Goal of the exercise:
Using the records below, quote only the span that opens with the line containing "repository fef3be3128dd8b0b" and closes with the line containing "are blank; a", exactly and inclusively.

Collected data:

====

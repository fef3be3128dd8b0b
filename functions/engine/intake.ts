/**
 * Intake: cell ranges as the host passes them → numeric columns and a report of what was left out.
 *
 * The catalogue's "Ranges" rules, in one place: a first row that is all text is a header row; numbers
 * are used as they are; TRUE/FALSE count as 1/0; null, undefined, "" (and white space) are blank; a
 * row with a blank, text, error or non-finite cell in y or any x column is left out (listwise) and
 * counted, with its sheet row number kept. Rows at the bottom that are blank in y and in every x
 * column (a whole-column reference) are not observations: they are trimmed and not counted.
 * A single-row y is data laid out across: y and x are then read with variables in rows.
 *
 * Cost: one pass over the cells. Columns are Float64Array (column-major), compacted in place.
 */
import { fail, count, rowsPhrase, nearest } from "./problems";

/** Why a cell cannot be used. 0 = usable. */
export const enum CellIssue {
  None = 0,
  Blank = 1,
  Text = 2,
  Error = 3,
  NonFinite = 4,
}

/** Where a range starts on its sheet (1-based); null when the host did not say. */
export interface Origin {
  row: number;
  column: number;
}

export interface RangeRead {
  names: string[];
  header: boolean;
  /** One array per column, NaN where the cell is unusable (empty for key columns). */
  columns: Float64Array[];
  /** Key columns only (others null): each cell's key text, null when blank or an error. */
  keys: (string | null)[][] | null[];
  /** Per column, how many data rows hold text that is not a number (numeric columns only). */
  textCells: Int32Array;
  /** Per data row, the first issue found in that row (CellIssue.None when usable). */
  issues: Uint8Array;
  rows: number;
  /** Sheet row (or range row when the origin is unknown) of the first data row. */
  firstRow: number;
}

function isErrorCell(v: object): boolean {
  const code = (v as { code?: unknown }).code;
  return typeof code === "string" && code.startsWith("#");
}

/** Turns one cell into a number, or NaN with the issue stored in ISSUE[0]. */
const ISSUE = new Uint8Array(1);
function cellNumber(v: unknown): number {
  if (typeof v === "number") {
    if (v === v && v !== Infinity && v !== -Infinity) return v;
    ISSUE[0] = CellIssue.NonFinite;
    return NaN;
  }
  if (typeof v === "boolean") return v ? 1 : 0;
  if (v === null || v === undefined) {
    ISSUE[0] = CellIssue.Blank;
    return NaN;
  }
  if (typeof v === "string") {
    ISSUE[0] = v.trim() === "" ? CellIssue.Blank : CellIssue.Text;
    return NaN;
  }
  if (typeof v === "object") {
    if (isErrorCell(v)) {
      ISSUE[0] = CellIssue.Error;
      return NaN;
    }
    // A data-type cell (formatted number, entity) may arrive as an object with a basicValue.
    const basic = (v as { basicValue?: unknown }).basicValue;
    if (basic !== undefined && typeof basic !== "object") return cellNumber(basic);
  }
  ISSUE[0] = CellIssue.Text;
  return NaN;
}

====

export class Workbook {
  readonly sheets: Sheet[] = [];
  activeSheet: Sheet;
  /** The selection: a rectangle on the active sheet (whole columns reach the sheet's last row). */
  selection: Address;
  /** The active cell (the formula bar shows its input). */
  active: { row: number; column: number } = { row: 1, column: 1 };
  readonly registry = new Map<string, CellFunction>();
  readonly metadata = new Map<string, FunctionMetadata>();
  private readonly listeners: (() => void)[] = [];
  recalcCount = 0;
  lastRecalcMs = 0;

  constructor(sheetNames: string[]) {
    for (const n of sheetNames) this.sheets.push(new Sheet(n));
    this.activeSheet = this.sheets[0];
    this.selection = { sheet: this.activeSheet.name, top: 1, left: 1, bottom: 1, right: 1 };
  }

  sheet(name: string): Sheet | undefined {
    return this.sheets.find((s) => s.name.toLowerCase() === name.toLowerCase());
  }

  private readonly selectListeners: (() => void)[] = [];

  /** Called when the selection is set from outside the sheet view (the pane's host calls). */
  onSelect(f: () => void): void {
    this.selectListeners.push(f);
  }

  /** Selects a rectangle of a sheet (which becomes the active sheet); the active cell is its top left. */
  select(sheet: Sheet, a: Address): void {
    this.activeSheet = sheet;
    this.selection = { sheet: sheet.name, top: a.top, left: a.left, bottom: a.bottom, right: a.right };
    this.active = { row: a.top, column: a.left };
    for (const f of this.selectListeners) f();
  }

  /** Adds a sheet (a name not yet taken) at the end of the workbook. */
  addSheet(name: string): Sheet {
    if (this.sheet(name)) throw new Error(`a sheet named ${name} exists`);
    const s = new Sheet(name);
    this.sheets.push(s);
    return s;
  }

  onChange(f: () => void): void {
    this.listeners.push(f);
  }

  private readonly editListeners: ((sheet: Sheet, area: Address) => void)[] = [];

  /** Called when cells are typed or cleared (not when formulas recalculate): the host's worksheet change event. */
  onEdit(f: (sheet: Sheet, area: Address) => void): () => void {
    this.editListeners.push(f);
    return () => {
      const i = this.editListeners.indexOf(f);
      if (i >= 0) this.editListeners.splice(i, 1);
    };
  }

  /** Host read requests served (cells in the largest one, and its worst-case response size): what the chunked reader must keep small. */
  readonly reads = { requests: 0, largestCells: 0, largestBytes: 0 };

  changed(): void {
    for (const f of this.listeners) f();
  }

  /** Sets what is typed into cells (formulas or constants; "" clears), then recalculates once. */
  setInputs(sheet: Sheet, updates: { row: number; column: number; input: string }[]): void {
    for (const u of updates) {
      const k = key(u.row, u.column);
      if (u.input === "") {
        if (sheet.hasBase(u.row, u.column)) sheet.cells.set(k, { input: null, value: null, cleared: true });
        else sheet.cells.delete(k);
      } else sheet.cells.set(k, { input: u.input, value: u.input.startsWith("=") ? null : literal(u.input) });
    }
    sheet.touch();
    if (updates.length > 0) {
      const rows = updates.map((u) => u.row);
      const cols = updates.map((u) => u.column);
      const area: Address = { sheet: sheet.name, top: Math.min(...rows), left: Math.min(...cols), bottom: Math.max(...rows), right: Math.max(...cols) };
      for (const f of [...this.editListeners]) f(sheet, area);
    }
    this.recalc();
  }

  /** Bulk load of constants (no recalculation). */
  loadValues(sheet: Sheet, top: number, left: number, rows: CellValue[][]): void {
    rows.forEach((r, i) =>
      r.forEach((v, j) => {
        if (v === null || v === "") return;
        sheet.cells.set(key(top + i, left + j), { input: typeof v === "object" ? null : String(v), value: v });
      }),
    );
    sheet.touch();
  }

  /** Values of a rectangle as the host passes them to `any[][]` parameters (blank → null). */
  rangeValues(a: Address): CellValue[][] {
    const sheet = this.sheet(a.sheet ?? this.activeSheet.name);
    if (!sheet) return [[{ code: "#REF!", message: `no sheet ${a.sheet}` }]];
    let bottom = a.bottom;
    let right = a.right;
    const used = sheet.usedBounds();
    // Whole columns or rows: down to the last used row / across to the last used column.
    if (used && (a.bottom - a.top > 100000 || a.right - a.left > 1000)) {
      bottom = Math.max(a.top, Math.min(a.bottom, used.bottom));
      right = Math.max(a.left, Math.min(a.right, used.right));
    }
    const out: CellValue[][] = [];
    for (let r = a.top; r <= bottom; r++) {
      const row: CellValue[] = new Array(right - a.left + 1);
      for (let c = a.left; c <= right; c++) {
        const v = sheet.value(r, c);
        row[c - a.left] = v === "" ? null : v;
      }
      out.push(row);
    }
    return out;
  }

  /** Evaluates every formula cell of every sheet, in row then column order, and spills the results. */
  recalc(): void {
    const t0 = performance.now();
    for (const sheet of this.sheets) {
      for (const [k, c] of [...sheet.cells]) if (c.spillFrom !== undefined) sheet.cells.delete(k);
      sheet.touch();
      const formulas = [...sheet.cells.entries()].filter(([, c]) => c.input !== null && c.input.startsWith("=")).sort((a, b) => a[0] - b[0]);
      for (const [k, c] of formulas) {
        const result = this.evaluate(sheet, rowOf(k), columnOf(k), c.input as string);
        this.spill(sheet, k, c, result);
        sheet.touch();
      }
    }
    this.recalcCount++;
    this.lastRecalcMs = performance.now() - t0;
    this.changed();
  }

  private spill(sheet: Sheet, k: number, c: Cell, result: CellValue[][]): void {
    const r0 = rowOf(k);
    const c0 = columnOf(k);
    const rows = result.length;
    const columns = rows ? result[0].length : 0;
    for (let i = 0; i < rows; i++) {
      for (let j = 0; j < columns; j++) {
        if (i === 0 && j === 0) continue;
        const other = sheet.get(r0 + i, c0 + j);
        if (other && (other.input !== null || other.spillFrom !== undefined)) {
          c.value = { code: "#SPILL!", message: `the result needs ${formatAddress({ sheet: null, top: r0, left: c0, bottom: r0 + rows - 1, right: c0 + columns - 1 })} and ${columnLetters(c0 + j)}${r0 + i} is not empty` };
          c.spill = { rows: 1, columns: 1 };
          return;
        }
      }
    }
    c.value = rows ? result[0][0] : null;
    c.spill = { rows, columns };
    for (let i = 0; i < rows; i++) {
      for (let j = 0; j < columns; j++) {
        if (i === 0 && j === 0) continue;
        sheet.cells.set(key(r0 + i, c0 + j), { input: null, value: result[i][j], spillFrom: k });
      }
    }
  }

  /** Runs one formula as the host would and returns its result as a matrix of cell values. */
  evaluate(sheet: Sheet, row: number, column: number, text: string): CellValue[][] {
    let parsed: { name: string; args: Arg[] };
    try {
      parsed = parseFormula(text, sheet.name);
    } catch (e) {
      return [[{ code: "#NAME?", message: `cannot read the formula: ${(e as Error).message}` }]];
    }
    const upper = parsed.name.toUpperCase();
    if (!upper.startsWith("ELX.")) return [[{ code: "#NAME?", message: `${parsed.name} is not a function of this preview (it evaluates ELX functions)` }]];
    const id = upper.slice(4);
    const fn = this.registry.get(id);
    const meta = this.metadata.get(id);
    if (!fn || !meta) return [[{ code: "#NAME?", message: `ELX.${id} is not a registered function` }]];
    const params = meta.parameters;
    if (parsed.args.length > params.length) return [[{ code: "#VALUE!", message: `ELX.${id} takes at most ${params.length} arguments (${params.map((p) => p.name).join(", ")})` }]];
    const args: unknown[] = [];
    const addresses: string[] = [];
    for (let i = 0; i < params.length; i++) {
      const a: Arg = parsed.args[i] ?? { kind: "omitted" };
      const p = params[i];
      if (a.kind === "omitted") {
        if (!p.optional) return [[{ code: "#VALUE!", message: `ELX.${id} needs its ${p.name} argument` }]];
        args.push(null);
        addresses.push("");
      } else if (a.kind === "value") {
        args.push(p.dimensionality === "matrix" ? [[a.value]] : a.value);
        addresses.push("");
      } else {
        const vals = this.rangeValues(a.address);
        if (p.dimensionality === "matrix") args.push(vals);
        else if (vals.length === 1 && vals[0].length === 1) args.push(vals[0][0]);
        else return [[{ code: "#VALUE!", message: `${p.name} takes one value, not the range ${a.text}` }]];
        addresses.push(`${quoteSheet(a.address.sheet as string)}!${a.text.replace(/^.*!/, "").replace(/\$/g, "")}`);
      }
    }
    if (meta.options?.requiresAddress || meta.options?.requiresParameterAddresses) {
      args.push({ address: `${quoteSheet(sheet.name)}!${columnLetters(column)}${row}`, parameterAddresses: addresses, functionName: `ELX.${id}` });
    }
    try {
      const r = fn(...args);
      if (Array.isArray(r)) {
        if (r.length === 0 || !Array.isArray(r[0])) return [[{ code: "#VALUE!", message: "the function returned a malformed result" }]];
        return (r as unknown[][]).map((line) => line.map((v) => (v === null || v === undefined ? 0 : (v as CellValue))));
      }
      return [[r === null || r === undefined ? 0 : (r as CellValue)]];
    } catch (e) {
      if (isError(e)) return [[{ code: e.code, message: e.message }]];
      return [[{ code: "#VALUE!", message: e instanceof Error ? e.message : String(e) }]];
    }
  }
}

====

Written answer:
repository fef3be3128dd8b0b
filename functions/engine/intake.ts
/**
 * Intake: cell ranges as the host passes them → numeric columns and a report of what was left out.
 *
 * The catalogue's "Ranges" rules, in one place: a first row that is all text is a header row; numbers
 * are used as they are; TRUE/FALSE count as 1/0; null, undefined, "" (and white space) are blank; a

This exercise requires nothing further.